Roberto Ruz la llevó a la estación de autobuses y allí se despidieron. Después de almorzar estuvieron dando un paseo y charlando, primero por el puerto hasta el Acuario y luego por el Paseo de la Concha hasta el Marítimo, donde se dieron la vuelta. Mariana se quedó admirada de los tamarindos del Paseo y se sintió profundamente a gusto hablando con Roberto de infinidad de cuestiones, desde el modo de asar las sardinas en los bares del puerto hasta el nacionalismo vasco y los nacionalismos en general, pero ya no volvieron a retomar el «caso» Ruz. Al despedirse le dio formalmente su tarjeta, que ella guardó en el bolso. En el autobús de vuelta, Mariana iba meditando sobre lo que habían hablado y también sobre las agradables sensaciones del día. Haber dado con alguien de entre todos los relacionados con el doble misterio Ruz y Villacruz que se comportaba como una persona amable y acogedora y, al mismo tiempo, con un carácter interesante, le producía una gran sensación de alivio. Y, además, había resuelto muchas dudas. Porque ahora estaba convencida de que la dificultad de dar con la solución de todo aquel enrevesado asunto era que se trataba de dos asuntos en apariencia sujetos férreamente pero, en realidad, sólo unidos por una línea muy tenue, cuya misma tenuidad era también una clave para desvelarlo.
Roberto no había querido ser explícito, pero ella creyó entender lo que había detrás de su silencio; sutilmente, la condujo a un punto del que debería sacar una conclusión y la conclusión era evidente ahora para ella aunque sólo conducía a despejar una incógnita: la del cadáver enterrado, al menos en sus términos generales ya que no en los detalles. Ahora quedaba por tarea despejar la otra, un trabajo nada fácil porque se encontraba sepultado en el tiempo y en una carta inalcanzable. La tercera de sus preocupaciones, la muerte de Elena, estaba vinculada a otro documento, éste inexistente: el testamento que no se llegó a otorgar.
Pensó en el administrador Ruz y en su nieto Roberto. Una intuición le decía que tenían que parecerse, en carácter y en decisión ante la vida. Roberto era tranquilo y nunca se molestaría en descubrir lo pasado, pero tenía ideas sobre ello y, en el fondo, estaba segura, le agradaría mucho que ella sacara a la luz el misterio en torno al destierro y muerte de su abuelo. El administrador no debía de ser tan tranquilo, pero en punto a sensibilidad y a carácter sabía que se parecían. En todo caso, Roberto era un hombre interesante, muy interesante. Su pensamiento regresó al paseo a lo largo de la hilera de tamarindos y luego pasó sin transición a su hermano Rodolfo. Éste se revelaba ahora como un tipo metido en asuntos dudosos de los que le había sacado su hermano, posiblemente interviniendo más de lo que había dado a entender. Eran muy distintos y Mariana los percibía así. Roberto era un buen tipo, campechano, generoso, y Rodolfo un personaje algo más esquinado, al parecer, y mucho menos estable, pero con ese punto flotante y un pelo canalla que a ella siempre le llamaba la atención.

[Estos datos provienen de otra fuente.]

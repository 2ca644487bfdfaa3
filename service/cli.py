"""The command line: `curvewright serve`, `solve`, `check`, `samples`, `ready`.

Exit codes: 0 the verdict is of the sort that was sought (or the document is fine), 1 a weaker verdict or none,
2 the document or the call was refused.  Modules are imported by the command that needs them: `serve` never loads the
solver, and `--help` loads nothing.
"""

from __future__ import annotations

import gc
import json
import os
import sys
from collections.abc import Iterator, Mapping
from contextlib import contextmanager, suppress
from pathlib import Path
from typing import TYPE_CHECKING, Any

import click

from service.threads import ONE_THREAD
from web.media_types import PARTS

if TYPE_CHECKING:
    from service.complaints import Refused

SOUGHT = {
    "minimum": {"global minimum", "local minimum"},
    "maximum": {"global maximum", "local maximum"},
    "stationary": {"stationary", "global minimum", "local minimum", "global maximum", "local maximum"},
}
"""The sort of extremum asked for -> the verdicts that are it."""

REFUSED = 2


@click.group(context_settings={"help_option_names": ["-h", "--help"]})
@click.version_option(package_name="curvewright")
def main() -> None:
    """Optimal curves, shapes and motions with their evidence."""
    os.environ.update(ONE_THREAD)


@main.command()
@click.option("--host", help="Address to listen on; beyond this machine only with --open.  [default: 127.0.0.1]")
@click.option("--port", type=click.IntRange(0, 65535), help="Port to listen on, 0 for any free one.  [default: 8710]")
@click.option("--data", type=click.Path(path_type=Path, file_okay=False), help="Directory of the database.")
@click.option("--workers", type=click.IntRange(1, 256), help="Runs solved at the same time.  [default: all cores]")
@click.option("--open", "open_", is_flag=True, default=None, help="Let other machines in, although there are no keys.")
def serve(host: str | None, port: int | None, data: Path | None, workers: int | None, open_: bool | None) -> None:
    """Serve pages and the HTTP interface until interrupted.

    What is not given is read from environment variables (CURVEWRIGHT_PORT and so on).
    """
    gc.disable()  # a fifth of the start is the collector looking through what stays anyway; `serve.run` enables it
    os.environ.setdefault("PYDANTIC_DISABLE_PLUGINS", "__all__")  # there are none, and looking for them takes a while
    from pydantic import ValidationError

    from service.run import StoreError
    from service.serve import ListenError, run
    from service.settings import Settings

    given = {"host": host, "port": port, "data": data, "workers": workers, "open": open_}
    try:
        settings = Settings(**{name: value for name, value in given.items() if value is not None})
    except ValidationError as error:
        problems = "; ".join(f"{'.'.join(map(str, item['loc']))}: {item['msg']}" for item in error.errors())
        raise click.UsageError(f"The settings do not hold together: {problems}") from None
    if not settings.loopback and not settings.open:
        raise click.UsageError(
            f"{settings.host} can be reached from other machines, and this service has no keys yet: whoever reaches it "
            "can read, start and delete every run. Give --open if that is what you want, or leave --host out."
        )
    if not settings.loopback:
        click.echo(f"Warning: open to every machine that reaches {settings.host}; there are no keys.", err=True)
    try:
        # Started in the background by a shell without a terminal, the interrupt ends the server without an exception.
        with suppress(KeyboardInterrupt):
            run(settings, announce=lambda address: click.echo(f"Curvewright serves at {address} (stop with Ctrl-C)"))
    except (ListenError, StoreError) as error:
        raise click.ClickException(str(error)) from None
    click.echo("Stopped.", err=True)


@main.command()
@click.argument("file")
@click.option("--json", "as_json", is_flag=True, help="Print the result document instead of the summary.")
@click.option("--table", type=click.Path(path_type=Path, dir_okay=False), help="Write a table: .csv .json .xlsx .npz")
@click.option("--rows", type=int, help="Rows of the table, evenly spaced, both ends included.")
@click.option("--step", type=float, help="Step of the table in the unit of the independent variable.")
@click.option("--derivatives", type=click.IntRange(0, 3), default=0, help="Derivatives in the table.")
@click.option("--sigma", is_flag=True, help="In the table, one standard deviation from tolerances.")
@click.option(
    "--part",
    "parts",
    type=(click.Choice(PARTS), click.Path(path_type=Path, dir_okay=False)),
    multiple=True,
    metavar="PART FILE",
    help=f"Write a part of the result likewise, one of {', '.join(PARTS)}; may be given several times.",
)
def solve(
    file: str,
    as_json: bool,
    table: Path | None,
    rows: int | None,
    step: float | None,
    derivatives: int,
    sigma: bool,
    parts: tuple[tuple[str, Path], ...],
) -> None:
    """Solve the problem in FILE (- for standard input, or the name of a sample)."""
    body = _body(file)
    suffix = _suffix(table, rows, step)
    suffixes = [_suffix(path, None, None) for _, path in parts]
    result = _solved(body)
    if table is not None:
        _write_table(result, table, suffix, rows=rows, step=step, derivatives=derivatives, sigma=sigma)
    for (part, path), its_suffix in zip(parts, suffixes, strict=True):
        _write_part(result, part, path, its_suffix)
    if as_json:
        click.echo(json.dumps(result, ensure_ascii=False, allow_nan=False))
    else:
        from service.summary import result_text

        click.echo(result_text(result))
    seek = result["problem"].get("functional", {}).get("seek", "minimum")  # a mere fit to observations names none
    sys.exit(0 if result["verdict"] in SOUGHT[seek] else 1)


@main.command()
@click.argument("file")
@click.option("--json", "as_json", is_flag=True, help="Print the reading as JSON.")
def check(file: str, as_json: bool) -> None:
    """Say how the problem in FILE (- for standard input, or a sample) is understood, without solving it."""
    from service.assemble import assemble
    from service.reading import read_back
    from service.spec import read

    with _refusals(body := _body(file)):
        document = read(body)
        reading = read_back(assemble(document), document)
    if as_json:
        click.echo(json.dumps(reading, ensure_ascii=False, allow_nan=False))
        return
    from service.summary import reading_text

    click.echo(reading_text(document.source, reading))


@main.command()
@click.argument("name", required=False)
def samples(name: str | None) -> None:
    """List the sample problems, or print the document of the one called NAME; each name can stand for FILE."""
    from service.samples import ABOUT, text

    if name is None:
        for known, sentence in ABOUT.items():
            click.echo(f"{known:<24}{sentence}")
    elif name in ABOUT:
        click.echo(text(name), nl=False)
    else:
        raise click.UsageError(f"There is no sample '{name}' (`curvewright samples` lists them).")


@main.command()
def ready() -> None:
    """Say whether the server that the settings name is ready for runs: exit 0, else 1."""
    from service.ready import is_ready
    from service.settings import Settings

    good = is_ready(Settings())
    click.echo("ready" if good else "not ready")
    sys.exit(0 if good else 1)


def _body(file: str) -> bytes:
    """The bytes of FILE: standard input, a file, or a sample where there is no such file."""
    if file == "-":
        return sys.stdin.buffer.read()
    path = Path(file)
    if path.is_file():
        return path.read_bytes()
    from service.samples import names, text

    if file in names():
        return text(file).encode()
    raise click.UsageError(f"There is no file '{file}', and no sample of that name (see `curvewright samples`).")


@contextmanager
def _refusals(body: bytes) -> Iterator[None]:
    """Print the complaints of a refused document and exit."""
    from service.complaints import Refused

    try:
        yield
    except Refused as refused:
        _refuse(refused, body)


def _refuse(refused: Refused, body: bytes) -> None:
    from service.summary import refusal_text

    click.echo(refusal_text(refused, body), err=True)
    sys.exit(REFUSED)


def _solved(body: bytes) -> dict[str, Any]:
    """Read, solve and archive in this process; Ctrl-C stops with the best curve so far."""
    from service.memory import keep_freed
    from service.spec import read
    from service.terminal import interruptible, progress_bar

    keep_freed()
    with _refusals(body):
        tolerance = read(body).solve.tolerance
        with interruptible() as stop, progress_bar(tolerance) as report:
            from service.engine.beside import Beside
            from service.jobs import perform  # loads the solver

            together = Beside(len(os.sched_getaffinity(0)))
            return perform(body.decode("utf-8-sig"), report, stop, together=together)
    raise AssertionError("a refusal exits")


def _suffix(table: Path | None, rows: int | None, step: float | None) -> str:
    """The format of the table by its suffix; refused before the solve, not after it."""
    from web.tables import FILE_FORMATS

    if table is None:
        if rows is not None or step is not None:
            raise click.UsageError("--rows and --step belong to --table.")
        return ""
    if rows is not None and step is not None:
        raise click.UsageError("Give --rows or --step, not both.")
    suffix = table.suffix.removeprefix(".").lower()
    if suffix not in FILE_FORMATS:
        raise click.UsageError(f"A table is written as {', '.join('.' + known for known in FILE_FORMATS)}.")
    return suffix


def _write_part(result: Mapping[str, Any], part: str, path: Path, suffix: str) -> None:
    from web.tables import FILE_FORMATS, TableError, part_table

    try:
        path.write_bytes(FILE_FORMATS[suffix].write(part_table(result, part)))
    except TableError as error:
        click.echo(f"No table: {error.message} {error.hint}", err=True)
    else:
        click.echo(f"{part.capitalize()} written to {path}", err=True)


def _write_table(result: Mapping[str, Any], path: Path, suffix: str, **choice: Any) -> None:
    from web.tables import FILE_FORMATS, TableError, table

    try:
        path.write_bytes(FILE_FORMATS[suffix].write(table(result, **choice)))
    except TableError as error:
        click.echo(f"No table: {error.message} {error.hint}", err=True)
    else:
        click.echo(f"Table written to {path}", err=True)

¿Serviría de algo volver a hablar con Rodolfo? Su instinto le decía que, de todos los participantes en esta especie de juego de adivinanzas, él quizá fuera uno de los que más sabían acerca de la verdad en su conjunto, debido a su posición en la compleja trama. Lo había olvidado. Lo malo era que debía de estar en plena luna de miel, y acercarse a él no sería nada fácil teniendo a Amelia a la puerta de la casa.